**Data excerpts**:
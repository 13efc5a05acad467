//go:build outside

package page

import (
	"context"
	"encoding/json"
	"fmt"
	"os"
	"os/exec"
	"path/filepath"
	"strings"
	"testing"

	"github.com/chromedp/chromedp"
)

// axe holds the page as it stands against the rules of WCAG 2.0, 2.1 and 2.2 at
// levels A and AA, and the rules of good practice.
func (b *tab) axe(state string) {
	b.Helper()
	script := string(example(b, "axe/axe.min.js"))
	b.do(func(ctx context.Context, t *chromedp.Target) (chromedp.Void, error) {
		return chromedp.EvaluateAsDevTools[chromedp.Void](script)(ctx, t)
	})
	type violation struct {
		ID, Help string
		Nodes    []struct {
			HTML           string
			FailureSummary string
		}
	}
	raw := eval[string](b, `axe.run(document, {runOnly: ["wcag2a", "wcag2aa", "wcag21a", "wcag21aa", "wcag22aa", "best-practice"], rules: {"target-size": {enabled: true}}})
		.then((r) => JSON.stringify({violations: r.violations, passes: r.passes.length}))`)
	var found struct {
		Violations []violation
		Passes     int
	}
	if err := json.Unmarshal([]byte(raw), &found); err != nil {
		b.Fatal(err)
	}
	if found.Passes < 20 {
		b.Errorf("%s: only %d rules were tried", state, found.Passes)
	}
	for _, v := range found.Violations {
		for _, n := range v.Nodes {
			b.Errorf("%s, %s: %s (%s)\n%.300s\n%s", state, b.screen, v.Help, v.ID, n.HTML, n.FailureSummary)
		}
	}
}

// fits says that nothing makes the page wider than its window.
func (b *tab) fits(state string) {
	b.Helper()
	if wide := eval[[]int](b, "[document.documentElement.scrollWidth, innerWidth]"); wide[0] > wide[1] {
		b.Errorf("%s, %s: the page is %d wide", state, b.screen, wide[0])
	}
}

// Every state of the page in both colour schemes, wide and narrow: no violation
// of WCAG 2.2 AA, nothing wider than the window.
func TestAccessibleInEveryState(t *testing.T) {
	for _, s := range []screen{desk, phone, desk.inTheDark(), phone.inTheDark()} {
		t.Run(s.String(), func(t *testing.T) {
			b := newTab(t, s)
			state := func(name string) {
				b.axe(name)
				b.fits(name)
				b.picture(name)
			}
			state("empty")
			b.drop("check.yaml", example(t, "check.yaml"))
			b.until(`document.querySelector("#rest figure")`)
			eval[bool](b, `{ for (const d of document.querySelectorAll("details")) d.open = true; true }`)
			state("check")
			b.drop("severalmodels.yaml", example(t, "severalmodels.yaml"))
			b.until(`document.getElementById("s-several")`)
			state("several")
			b.drop("python.yaml", example(t, "python.yaml"))
			b.until(`document.getElementById("s-temperature")`)
			state("ectotherm")
			b.drop("override.yaml", example(t, "override.yaml"))
			b.until(`document.querySelector("#top .order")?.textContent.includes("demoxacin")`)
			state("overridden")
			b.drop("stop.yaml", example(t, "stop.yaml"))
			b.until(`document.querySelector("#top .stopped")`)
			state("stopped")
			b.typeIn("patient.mass", "0.98")
			b.until(`document.querySelector("[aria-invalid]")`)
			b.settled()
			state("faulty")
			b.do(chromedp.Focus(chromedp.ID("f-models-0-species")))
			eval[bool](b, `(document.activeElement.select(), true)`)
			b.do(chromedp.KeyEvent("bear"))
			b.until(`document.getElementById("f-models-0-species").getAttribute("aria-expanded") === "true"`)
			state("choosing")
			b.drop("animals.csv", example(t, "batch/animals.csv"))
			b.until(`!document.getElementById("list-keep").hidden`)
			state("list")
		})
	}
}

// At 200 % on a common screen, and at 400 %, nothing is lost and nothing has to
// be pushed sideways.
func TestZoom(t *testing.T) {
	for _, width := range []int64{640, 320} {
		b := newTab(t, screen{width: width, height: 450})
		b.drop("check.yaml", example(t, "check.yaml"))
		b.until(`document.querySelector("#rest figure")`)
		b.fits("zoomed")
		b.picture(fmt.Sprintf("zoomed-%d", width))
		for _, cut := range eval[[]string](b, `[...document.querySelectorAll("main *, .batch *")].filter((el) => {
			const style = getComputedStyle(el), box = el.getBoundingClientRect();
			return !el.closest(".wide, .unseen, .combo ul, svg") && box.width > 0 && (box.right > innerWidth + 1 || style.overflowX === "hidden" && el.scrollWidth > el.clientWidth + 1);
		}).map((el) => el.outerHTML.slice(0, 100))`) {
			t.Errorf("at %d: cut off: %s", width, cut)
		}
	}
}

// printed prints the page and gives its text.
func (b *tab) printed(name string) string {
	b.Helper()
	pdf, err := chromedp.Run(b.ctx, chromedp.PrintToPDF(chromedp.PDFPreferCSSPageSize()))
	if err != nil {
		b.Fatal(err)
	}
	path := filepath.Join(b.artefacts(), "page-printed-"+name+".pdf")
	if err := os.WriteFile(path, pdf, 0o666); err != nil {
		b.Fatal(err)
	}
	text, err := exec.Command("pdftotext", "-layout", path, "-").Output()
	if err != nil {
		b.Fatal(err)
	}
	return string(text)
}

// Printed, the page is a worksheet: the draft with its ranges, the cautions, the
// place to sign, and on every page what it is; no form, no buttons.
func TestPrinted(t *testing.T) {
	b := newTab(t, desk)
	b.drop("severalmodels.yaml", example(t, "severalmodels.yaml"))
	b.until(`document.getElementById("s-several")`)
	b.printed("several")
	b.drop("override.yaml", example(t, "override.yaml"))
	b.until(`document.querySelector("#top .order")?.textContent.includes("demoxacin")`)
	text := b.printed("overridden")
	pages := strings.Split(strings.TrimSuffix(text, "\f"), "\f")
	for i, page := range pages {
		for _, s := range []string{"DRAFT for a licensed veterinarian's judgement.", "Not a prescription.", "Local law", "case LW-0444, 2026-12-09, Sol, blue-and-yellow macaw, 980 g", "Overridden: narrow-margin: serum levels", "Overridden: cross-class:", fmt.Sprintf("%d of %d", i+1, len(pages))} {
			if !strings.Contains(page, s) {
				t.Errorf("page %d of %d does not say %q:\n%s", i+1, len(pages), s, page)
			}
		}
		for _, s := range []string{"Choose File", "Record (JSON)", "Add a model", "Empty the form"} {
			if strings.Contains(page, s) {
				t.Errorf("page %d shows the form: %q", i+1, s)
			}
		}
	}
	for _, s := range []string{"demoxacin", "nine times in ten", "Worst caution: STOP, overridden", "Cautions"} {
		if !strings.Contains(pages[0], s) {
			t.Errorf("the first page does not say %q:\n%s", s, pages[0])
		}
	}
	for _, s := range []string{"Signature", "Licence number", "Steps"} {
		if !strings.Contains(text, s) {
			t.Errorf("not printed: %q", s)
		}
	}
}
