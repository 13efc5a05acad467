package page

import (
	"errors"
	"fmt"
	"reflect"
	"strconv"
	"strings"

	"tayra/dose"
)

// A pair is one field of the form: its path in the case file and what is typed
// there, such as models[0].dose and "10 mg/kg".
type pair [2]string

// maxItems bounds the index of a list in a path. It is above the limit of the
// case file, whose own words then refuse the list.
const maxItems = 60

// listOnOneLine is the list that is typed on one line, with commas; the words of
// any other are ticked one by one.
const listOnOneLine = "intervals"

var (
	entryType  = reflect.TypeFor[dose.Entry]()
	listType   = reflect.TypeFor[[]dose.Entry]()
	namedType  = reflect.TypeFor[[]dose.NamedEntry]()
	errUnknown = errors.New("no such field in a case")
)

// caseOf fills a case with what was typed. Blank fields are left out; blanks
// around a text are not part of it, as in a case file.
func caseOf(pairs []pair) (*dose.CaseInput, error) {
	in := new(dose.CaseInput)
	for _, p := range pairs {
		text := strings.TrimSpace(strings.ReplaceAll(p[1], "\r\n", "\n"))
		if err := put(reflect.ValueOf(in).Elem(), p[0], text); err != nil {
			return nil, fmt.Errorf("%q: %w", p[0], err)
		}
	}
	return in, nil
}

// put sets one entry below v by its path.
func put(v reflect.Value, path, text string) error {
	key, rest := path, ""
	if i := strings.IndexAny(path, ".["); i >= 0 {
		key, rest = path[:i], path[i:]
	}
	f := fieldOf(v, key)
	if !f.IsValid() {
		return errUnknown
	}
	switch {
	case f.Type() == entryType:
		if rest != "" {
			return errUnknown
		}
		if text != "" {
			f.Set(reflect.ValueOf(dose.E(text)))
		}
		return nil
	case f.Type() == listType:
		if rest != "" {
			return errUnknown
		}
		items := []string{text}
		if key == listOnOneLine {
			items = strings.Split(text, ",")
		}
		if text != "" {
			for _, item := range items {
				f.Set(reflect.Append(f, reflect.ValueOf(dose.E(strings.TrimSpace(item)))))
			}
		}
		return nil
	case f.Type() == namedType:
		name, ok := strings.CutPrefix(rest, ".")
		if !ok || name == "" {
			return errUnknown
		}
		if text != "" {
			f.Set(reflect.Append(f, reflect.ValueOf(dose.NamedEntry{Name: dose.E(name), Value: dose.E(text)})))
		}
		return nil
	case f.Kind() == reflect.Struct:
		below, ok := strings.CutPrefix(rest, ".")
		if !ok {
			return errUnknown
		}
		return put(f, below, text)
	case f.Kind() == reflect.Slice && f.Type().Elem().Kind() == reflect.Struct:
		number, below, ok := strings.Cut(strings.TrimPrefix(rest, "["), "].")
		i, err := strconv.Atoi(number)
		if !ok || err != nil || i < 0 || i >= maxItems {
			return errUnknown
		}
		for f.Len() <= i {
			f.Set(reflect.Append(f, reflect.Zero(f.Type().Elem())))
		}
		return put(f.Index(i), below, text)
	}
	return errUnknown
}

// fieldOf is the field of a struct by its key in the case file.
func fieldOf(v reflect.Value, key string) reflect.Value {
	for i := range v.NumField() {
		if k := keyOf(v.Type().Field(i)); k == key && k != "" {
			return v.Field(i)
		}
	}
	return reflect.Value{}
}

// keyOf is the key of a field in the case file, which is also its key in the
// record; "" for what is no part of a case file.
func keyOf(f reflect.StructField) string {
	key, _, _ := strings.Cut(f.Tag.Get("json"), ",")
	if key == "-" || f.Type.Kind() == reflect.Pointer {
		return ""
	}
	return key
}

// pairsOf is the other way: what a case holds, as fields of the form.
func pairsOf(in *dose.CaseInput) []pair { return appendPairs([]pair{}, "", reflect.ValueOf(in).Elem()) }

func appendPairs(out []pair, path string, v reflect.Value) []pair {
	for i := range v.NumField() {
		key := keyOf(v.Type().Field(i))
		if key == "" {
			continue
		}
		f, at := v.Field(i), path+key
		switch {
		case f.Type() == entryType:
			if e := f.Interface().(dose.Entry); e.Given() {
				out = append(out, pair{at, e.Text})
			}
		case f.Type() == listType:
			var items []string
			for _, e := range f.Interface().([]dose.Entry) {
				items = append(items, e.Text)
			}
			if key == listOnOneLine && len(items) > 0 {
				items = []string{strings.Join(items, ", ")}
			}
			for _, item := range items {
				out = append(out, pair{at, item})
			}
		case f.Type() == namedType:
			for _, e := range f.Interface().([]dose.NamedEntry) {
				out = append(out, pair{at + "." + e.Name.Text, e.Value.Text})
			}
		case f.Kind() == reflect.Struct:
			out = appendPairs(out, at+".", f)
		case f.Kind() == reflect.Slice:
			for k := range f.Len() {
				out = appendPairs(out, fmt.Sprintf("%s[%d].", at, k), f.Index(k))
			}
		}
	}
	return out
}
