// scattered returns rows in which only the levels with a spread differ; noise is
// fixed, with no part by level.
func scattered(orders, families, genera, species int, spread [levels]float64) []NestedRow {
	var rows []NestedRow
	for o := range orders {
		for f := range families {
			for g := range genera {
				for s := range species {
					i := float64(len(rows))
					x := math.Mod(i*0.618034, 1) * 5
					rows = append(rows, NestedRow{
						Order: fmt.Sprint(o), Family: fmt.Sprint(f), Genus: fmt.Sprint(g), Covariates: []float64{x},
						Y: 0.7*x + spread[0]*math.Sin(float64(o)*2.4) + spread[1]*math.Sin(float64(7*o+f)*2.4) +
							spread[2]*math.Sin(float64(31*o+11*f+g)*2.4) + 0.2*float64(s%2*2-1) + 0.02*math.Sin(i*i),
					})
				}
			}
		}
	}
	return rows
}

// A variance whose best value is zero is reached, not approached: the two
// species of every genus differ more than the genera do.
func TestNestedReachesZeroVariance(t *testing.T) {
	f := mustFitNested(t, scattered(6, 3, 3, 2, [levels]float64{0.5, 0, 0}))
	if f.VarGenus != 0 || f.VarFamily != 0 {
		t.Errorf("variances of family %v and genus %v, want zeros", f.VarFamily, f.VarGenus)
	}
	if f.VarOrder < f.VarResidual {
		t.Errorf("variance of order %v, residual %v", f.VarOrder, f.VarResidual)
	}
	f = mustFitNested(t, scattered(6, 3, 3, 2, [levels]float64{0, 0, 0}))
	if f.VarOrder != 0 || f.VarFamily != 0 || f.VarGenus != 0 {
		t.Errorf("variances %v %v %v, want zeros", f.VarOrder, f.VarFamily, f.VarGenus)
	}
	// Without any level the fit is the least-squares line.
	var x, y []float64
	rows := scattered(6, 3, 3, 2, [levels]float64{0, 0, 0})
	for _, r := range rows {
		x, y = append(x, r.Covariates[0]), append(y, r.Y)
	}
	line, err := FitLine(x, y)
	if err != nil {
		t.Fatal(err)
	}
	wantClose(t, "slope", f.Beta[1], line.Slope, 1e-7)
	wantClose(t, "intercept", f.Beta[0], line.Intercept, 1e-7)
	p, err := f.Predict("0", "0", "0", []float64{9})
	if err != nil {
		t.Fatal(err)
	}
	e := line.At(9)
	wantClose(t, "mean", p.Mean, e.Mean, 1e-7)
	wantClose(t, "sd", p.SD, e.SEPrediction, 1e-6)
}

// Small tables whose likelihood has two hills, on which a search from one place
// ends on the lower: no point of a grid may be higher than the fit.
func TestNestedFindsTheHighestHill(t *testing.T) {
	grid := []float64{0}
	for th := 0.01; th < 20; th *= 1.3 {
		grid = append(grid, th)
	}
	for _, seed := range []uint64{1560, 1718, 2407, 2749, 3098} {
		rows := treeOf(seed, 26, 1, [levels]float64{0.3, 0.3, 0.3})
		f := mustFitNested(t, rows)
		s, err := newNestedSums(rows)
		if err != nil {
			t.Fatal(err)
		}
		var st nestedState
		for _, o := range grid {
			for _, fam := range grid {
				for _, g := range grid {
					if err := s.up([levels]float64{o, fam, g}, &st); err != nil {
						t.Fatal(err)
					}
					if st.ll > f.LogLikREML+1e-9 {
						t.Fatalf("seed %d: θ %v has log-likelihood %.10g, the fit's %v has %.10g", seed, st.theta, st.ll, thetaOf(f), f.LogLikREML)
					}
				}
			}
		}
	}
}

// What the rows cannot tell apart is held at zero and said.
func TestNestedHeldVariances(t *testing.T) {
	all := [levels]float64{0.8, 0.7, 0.6}
	for _, c := range []struct {
		name                              string
		orders, families, genera, species int
		held                              string
	}{
		{"all there", 4, 3, 3, 2, "[]"},
		{"one order", 1, 4, 3, 2, "[order]"},
		{"one family", 1, 1, 6, 2, "[order family]"},
		{"one genus", 1, 1, 1, 6, "[order family genus]"},
		{"a family an order", 5, 1, 3, 2, "[order]"},
		{"a genus a family", 4, 3, 1, 2, "[family]"},
		{"a species a genus", 4, 3, 2, 1, "[genus]"},
	} {
		rows := scattered(c.orders, c.families, c.genera, c.species, all)
		f := mustFitNested(t, rows)
		if got := fmt.Sprint(f.Held); got != c.held {
			t.Errorf("%s: held %s, want %s", c.name, got, c.held)
		}
		for i, v := range []float64{f.VarOrder, f.VarFamily, f.VarGenus} {
			if slices.Contains(f.Held, levelNames[i]) != (v == 0) {
				t.Errorf("%s: variance of %s is %v", c.name, levelNames[i], v)
			}
		}
		if _, err := f.LeaveOneOut(rows); err != nil {
			t.Errorf("%s: %v", c.name, err)
		}
	}
}

func TestNestedErrors(t *testing.T) {
	good := func() []NestedRow { return scattered(3, 2, 2, 2, [levels]float64{0.5, 0.4, 0.3}) }
	for _, c := range []struct {
		name   string
		change func(rows []NestedRow) []NestedRow
		is     error
		says   string
	}{
		{"no rows", func([]NestedRow) []NestedRow { return nil }, ErrTooFewPoints, "no rows"},
		{"three rows", func(r []NestedRow) []NestedRow { return r[:3] }, ErrTooFewPoints, "3 rows for 2 fixed effects"},
		{"no genus", func(r []NestedRow) []NestedRow { r[4].Genus = ""; return r }, ErrBadValue, "row 5"},
		{"infinite", func(r []NestedRow) []NestedRow { r[1].Y = math.Inf(-1); return r }, ErrBadValue, "row 2"},
		{"not a number", func(r []NestedRow) []NestedRow { r[2].Covariates[0] = math.NaN(); return r }, ErrBadValue, "row 3"},
		{"a covariate short", func(r []NestedRow) []NestedRow { r[3].Covariates = nil; return r }, ErrBadValue, "row 4"},
		{"a covariate twice", func(r []NestedRow) []NestedRow {
			for i := range r {
				r[i].Covariates = append(r[i].Covariates, r[i].Covariates[0])
			}
			return r
		}, errCollinear, "collinear"},
		{"a constant covariate", func(r []NestedRow) []NestedRow {
			for i := range r {
				r[i].Covariates[0] = 3
			}
			return r
		}, errCollinear, "collinear"},
		{"a line but for the genera", func(r []NestedRow) []NestedRow {
			for i := range r {
				r[i].Y = 2*r[i].Covariates[0] + float64(len(r[i].Genus+r[i].Family)) + map[string]float64{"0": 1, "1": -2}[r[i].Genus]
			}
			return r
		}, nil, "no residual"},
		{"a perfect line", func(r []NestedRow) []NestedRow {
			for i := range r {
				r[i].Y = 2 * r[i].Covariates[0]
			}
			return r
		}, nil, "no residual"},
	} {
		t.Run(c.name, func(t *testing.T) {
			f, err := FitNested(c.change(good()))
			if f != nil || err == nil || !strings.Contains(err.Error(), c.says) || c.is != nil && !errors.Is(err, c.is) {
				t.Errorf("FitNested = %v, %v; want an error saying %q", f, err, c.says)
			}
		})
	}
	f := mustFitNested(t, good())
	wide := good()
	for i := range wide {
		wide[i].Covariates = append(wide[i].Covariates, float64(i%5))
	}
	if _, err := f.LeaveOneOut(wide); !errors.Is(err, ErrBadValue) {
		t.Errorf("leave-one-out with another covariate: error %v", err)
	}
	// One row alone carries the second covariate.
	for i := range wide {
		wide[i].Covariates[1] = 0
	}
	wide[7].Covariates[1] = 1
	f = mustFitNested(t, wide)
	if _, err := f.LeaveOneOut(wide); !errors.Is(err, ErrTooFewPoints) || !strings.Contains(err.Error(), "row 8") {
		t.Errorf("leave-one-out of the row that carries a covariate: error %v", err)
	}
}

func ExampleNestedFit_Predict() {
	// ln W on ln kg; invented.
	rows := []NestedRow{
		{"A", "Aa", "Aaa", []float64{0.0}, 1.20}, {"A", "Aa", "Aaa", []float64{1.1}, 2.05},
		{"A", "Aa", "Aab", []float64{2.3}, 2.71}, {"A", "Ab", "Aba", []float64{3.4}, 3.90},
		{"A", "Ab", "Aba", []float64{0.7}, 1.95}, {"B", "Ba", "Baa", []float64{1.6}, 1.75},
		{"B", "Ba", "Bab", []float64{2.9}, 2.60}, {"B", "Ba", "Bab", []float64{0.3}, 0.80},
		{"B", "Bb", "Bba", []float64{1.9}, 2.10}, {"C", "Ca", "Caa", []float64{2.1}, 2.55},
	}
	f, err := FitNested(rows)
	if err != nil {
		fmt.Println(err)
		return
	}
	for _, s := range [][3]string{{"B", "Ba", "Bab"}, {"B", "Ba", "new"}, {"D", "new", "new"}} {
		p, err := f.Predict(s[0], s[1], s[2], []float64{2})
		if err != nil {
			fmt.Println(err)
			return
		}
		fmt.Printf("%q shared with %d rows: %.2f, sd %.2f\n", p.Level, p.Rows, p.Mean, p.SD)
	}
	// Output:
	// "genus" shared with 2 rows: 1.99, sd 0.05
	// "family" shared with 3 rows: 2.02, sd 0.10
	// "" shared with 10 rows: 2.43, sd 0.41
}

func BenchmarkFitNested(b *testing.B) {
	for _, class := range measuredClasses {
		rows := nestedRows(measuredRates(b, class))
		b.Run(class, func(b *testing.B) {
			b.ReportAllocs()
			for b.Loop() {
				if _, err := FitNested(rows); err != nil {
					b.Fatal(err)
				}
			}
		})
	}
}

func BenchmarkNestedLeaveOneOut(b *testing.B) {
	rows := nestedRows(measuredRates(b, "Aves"))
	f := mustFitNested(b, rows)
	b.ReportAllocs()
	for b.Loop() {
		if _, err := f.LeaveOneOut(rows); err != nil {
			b.Fatal(err)
		}
	}
}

**Work request**: Each line in the listing above that contains "textContent" should be copied.

**Answer space**:
			b.until(`document.querySelector("#top .order")?.textContent.includes("demoxacin")`)
	b.until(`document.querySelector("#top .order")?.textContent.includes("demoxacin")`)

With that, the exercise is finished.